Solomonick v. Levy
This text of 130 N.Y.S. 181 (Solomonick v. Levy) is published on Counsel Stack Legal Research, covering Appellate Terms of the Supreme Court of New York primary law. Counsel Stack provides free access to over 12 million legal documents including statutes, case law, regulations, and constitutions.
Opinion
Plaintiffs had sued on a contract for painting certain iron work for defendant, and judgment had been rendered for the defendant. It appears that the previous motion for a new trial had been denied, on the notion that plaintiffs could bring another action for the work done based on a quantum meruit. THe application for a reargument was urged because of the decision in Maeder v. Wexler, 98 App. Div. 68, 90 N. Y. Supp. 598, which plaintiff cites as authority for the proposition that an action on quantum meruit was barred by the prior adjudication in defendant’s favor. While it may be remarked in passing that the case cited is by no means analogous with the one at bar, that question has no bearing on the point at issue.

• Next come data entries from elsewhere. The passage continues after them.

pub fn analyse_workload(w: &WorkloadResults, opts: &AnalyseOptions) -> WorkloadAnalysis {
    let predict_at = opts.at.or(w.header.target);
    let limit = opts.fit_up_to.unwrap_or(u64::MAX);
    let mut designs = Vec::new();
    let mut fitted = Vec::new();
    for d in &w.header.designs {
        let pts: Vec<_> = w.design_points(&d.name).into_iter().filter(|p| p.measured.is_some()).collect();
        let mut used: Vec<_> = pts.iter().filter(|p| p.rows <= limit).collect();
        let mut notes = Vec::new();
        // Memory is counted, not timed: a busy machine does not change it, so its fits keep
        // every size.
        let mut for_memory = used.clone();
        // Points measured on a busy machine never decide a class, as long as enough clean
        // sizes remain to fit one.
        let busy = used.iter().filter(|p| p.measured.as_ref().is_some_and(|m| m.is_contaminated())).count();
        if busy > 0 {
            if used.len() - busy >= crate::fit::growth::MIN_SIZES {
                used.retain(|p| !p.measured.as_ref().is_some_and(|m| m.is_contaminated()));
                notes.push(format!("{busy} size(s) measured on a busy machine were left out of the time fits"));
            } else {
                notes.push(format!("{busy} size(s) were measured on a busy machine and too few clean ones remain: the fits include them"));
            }
        }
        if let Some(k) = opts.top_sizes {
            let drop = used.len().saturating_sub(k.max(crate::fit::growth::MIN_SIZES));
            used.drain(..drop);
            let drop = for_memory.len().saturating_sub(k.max(crate::fit::growth::MIN_SIZES));
            for_memory.drain(..drop);
        }
        let measured: Vec<(u64, &crate::results::Measured)> = used.iter().filter_map(|p| p.measured.as_ref().map(|m| (p.rows, m))).collect();
        let seed = xxhash_rust::xxh3::xxh3_64(d.name.as_bytes());
        let (time_fit, time_exponent) = fit_time(&measured, seed);
        let medians: Vec<(f64, f64)> = used.iter().filter_map(|p| p.measured.as_ref().map(|m| (p.rows as f64, m.median_ns))).collect();
        let doubling = if medians.len() >= 2 {
            let (x, y): (Vec<f64>, Vec<f64>) = medians.iter().copied().unzip();
            doubling_ratios(&x, &y)
                .map(|r| r.into_iter().enumerate().map(|(i, v)| (x[i] as u64, x[i + 1] as u64, v)).collect())
                .unwrap_or_default()
        } else {
            vec![]
        };
        let metric = |get: &dyn Fn(&crate::results::Measured) -> f64| -> (Result<GrowthFit, FitError>, Option<f64>) {
            let v: Vec<(f64, f64)> =
                for_memory.iter().filter_map(|p| p.measured.as_ref().map(|m| (p.rows as f64, get(m)))).filter(|p| p.1 > 0.0).collect();
            let (x, y): (Vec<f64>, Vec<f64>) = v.iter().copied().unzip();
            let slope = crate::fit::growth::loglog_slope(&x, &y).ok();
            (fit_growth(&x, &y), slope)
        };
        let (bytes_res, bytes_exponent) = metric(&|m| m.alloc.bytes as f64);
        let (peak_res, peak_exponent) = metric(&|m| m.peak_bytes() as f64);
        // Sizes the memory fits used (all of them, busy or not), not the time fits'.
        let (bytes_out, peak_out) = (growth_out(&bytes_res, for_memory.len()).ok(), growth_out(&peak_res, for_memory.len()).ok());
        let bytes_fit = bytes_res.ok();
        let time_fit = time_fit.map(|t| match bounded_by_bytes(&t, bytes_fit.as_ref()) {
            Some((f, note)) => {
                notes.push(note);
                f
            }
            None => t,
        });
        let time_out = match growth_out(&time_fit, measured.len()) {
            Ok(g) => Some(g),
            Err(e) => {
                notes.push(format!("time: no growth class ({e})"));
                None
            }
        };
        let time = time_fit.ok();
        if bytes_out.is_none() && bytes_exponent.is_some() {
            notes.push("bytes: fewer than 5 measured sizes, exponent only".into());
        }
        let max_fitted = used.iter().map(|p| p.rows).max().unwrap_or(0) as f64;
        let min_fitted = used.iter().map(|p| p.rows).min().unwrap_or(0) as f64;
        let pred = |f: &Option<GrowthFit>, rows: u64| predict_with_alternative(f.as_ref()?, rows, max_fitted);
        let prediction = predict_at.and_then(|n| pred(&time, n));
        let bytes_prediction = predict_at.and_then(|n| pred(&bytes_fit, n));
        let holdout = pts
            .iter()
            .filter(|p| p.rows > limit)
            .filter_map(|p| {
                let m = p.measured.as_ref()?;
                let pr = pred(&time, p.rows)?;
                Some(HoldoutCheck {
                    rows: p.rows,
                    predicted_ns: pr.median,
                    low_ns: pr.low,
                    high_ns: pr.high,
                    measured_ns: m.median_ns,
                    error: (pr.median - m.median_ns) / m.median_ns,
                    inside_interval: pr.low <= m.median_ns && m.median_ns <= pr.high,
                })
            })
            .collect();
        designs.push(DesignAnalysis {
            design: d.name.clone(),
            measured_sizes: pts.iter().map(|p| p.rows).collect(),
            time: time_out,
            time_exponent,
            doubling,
            bytes: bytes_out,
            bytes_exponent,
            peak: peak_out,
            peak_exponent,
            prediction,
            bytes_prediction,
            holdout,
            notes,
        });
        fitted.push(Fitted { name: d.name.clone(), time, lo: min_fitted, hi: max_fitted });
    }
    let mut crossovers = Vec::new();
    for i in 0..fitted.len() {
        for j in i + 1..fitted.len() {
            let (a, b) = (&fitted[i], &fitted[j]);
            let (Some(fa), Some(fb)) = (&a.time, &b.time) else { continue };
            let lo = a.lo.max(b.lo);
            let hi = a.hi.min(b.hi);
            if !(lo > 0.0 && hi >= lo) {
                continue;
            }
            let far = (predict_at.unwrap_or(0) as f64).max(hi * 1000.0);
            if let Ok(Some(c)) = crossover(fa, fb, lo, hi, far) {
                let (below, above) = match c.faster_below {
                    Which::A => (&a.name, &b.name),
                    Which::B => (&b.name, &a.name),
                };
                crossovers.push(CrossoverOut {
                    faster_below: below.clone(),
                    faster_above: above.clone(),
                    rows: c.n,
                    rows_low: c.n_lo,
                    rows_high: c.n_hi,
                    inside_measured: c.inside_measured,
                    bounded: c.n_hi < far * 0.999 && c.n_lo > lo * 1.001,
                });
            }
        }
    }
    WorkloadAnalysis { workload: w.header.workload.clone(), axis: w.header.axis.clone(), predict_at, designs, crossovers }
}

impl WorkloadAnalysis {
    /// The swept axis, for labels ("4k rows", "100 groups").
    pub fn axis(&self) -> crate::results::Axis<'_> {
        crate::results::Axis(self.axis.as_ref())
    }
}

#[cfg(test)]
mod tests {
    use super::*;
    use crate::fit::growth::fit_growth;

    #[test]
    fn a_cache_step_without_byte_counts_reads_as_n2_or_n3() {
        // A cost that is n² with a cubic part a quarter of it at the largest size (slope
        // about 2.1 over 2k..16k): exactly the shape a table outgrowing the caches gives an
        // n² design (measured: list membership in a Python program, doubling ratios 3.9,
        // 7.1, 4.1, 3.8). With no byte counts to tell them apart it is read as a pair.
        let sizes = [1000.0, 2000.0, 4000.0, 8000.0, 16000.0];
        let ms: Vec<f64> = sizes.iter().map(|n| n * n * (1.0 + n / 48_000.0)).collect();
        let time = fit_growth(&sizes, &ms).unwrap();
        assert_eq!(time.best, GrowthClass::Cubic, "the case this guards");
        assert!(time.top_slope < 2.3, "{}", time.top_slope);
        let (f, note) = bounded_by_bytes(&time, None).expect("read as a pair");
        assert_eq!(f.best, GrowthClass::Quadratic);
        assert_eq!(f.alternative, Some(GrowthClass::Cubic));
        assert!(note.contains("no byte counts"), "{note}");
        // A steeper rise (slope 2.9: a real cubic cost) keeps its class.
        let cubic: Vec<f64> = sizes.iter().map(|n| 1e-3 * n * n * n).collect();
        let time = fit_growth(&sizes, &cubic).unwrap();
        assert_eq!(time.best, GrowthClass::Cubic);
        assert!(bounded_by_bytes(&time, None).is_none());
    }
}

Both the original motion and the motion to reargue were made without a “case settled.” It has been held repeatedly in this court since Altmark v. Haimowitz, 55 Misc. Rep. 195, 105 N. Y. Supp. 205, that a case must be made and settled as a basis for such a motion. The case at bar is a good example of the necessity of that rule, since it is quite impossible to judge adequately whether the alleged new evidence is of any weight, or whether it can be regarded as new, in the sense in which that term has been construed. Prom the recital in the moving affidavits, it seems to be quite immaterial and irrelevant. Nor is there any affidavit of the new witnesses indicating that they will testify at the trial, nor any explanation for the absence of such affidavits.

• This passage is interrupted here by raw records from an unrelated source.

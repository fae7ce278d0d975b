//! The `framecost` binary: parse the command line, call the library, map errors to exit codes.

fn main() {
    // Output piped into `head` and the like: end quietly when the reader goes away, as
    // command-line tools do, instead of panicking on a failed print (Rust ignores SIGPIPE
    // by default).
    // SAFETY: restoring the default disposition of one signal before any thread starts.
    unsafe { libc::signal(libc::SIGPIPE, libc::SIG_DFL) };
    // Started as the launcher of a program design's run: nothing else is loaded.
    use framecost::measure::program::launch;
    if let Some(code) = launch::run_if_launcher() {
        std::process::exit(code);
    }
    if let Ok(exe) = std::env::current_exe() {
        launch::set_launcher(exe);
    }
    std::process::exit(framecost::cli::main());
}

There is no need, therefore, of deciding another question raised by appellant, namely, whether the Municipal Court, as a court of limited statutory jurisdiction, has power to entertain a renewal of a motion for a new trial on this ground after it has once been denied. It may be said, however, that reasons can be advanced why the Municipal Court should be held to have power to entertain an application for the renewal of such a motion, and that the views expressed in Goldenberg v. Adler (Sup.) 123 N. Y. Supp. 389, and Steinman v. Blumenfeld, 61 Misc. Rep. 220, 113 N. Y. Supp. 550, as to the absence of power on the part of the Municipal Court to entertain the renewal of a motion under section 253 of the Municipal Court act (Laws 1902, c. 580), are not clearly applicable in every instance to motions under section 255.
Order reversed, and judgment reinstated, with costs to appellant. All concur.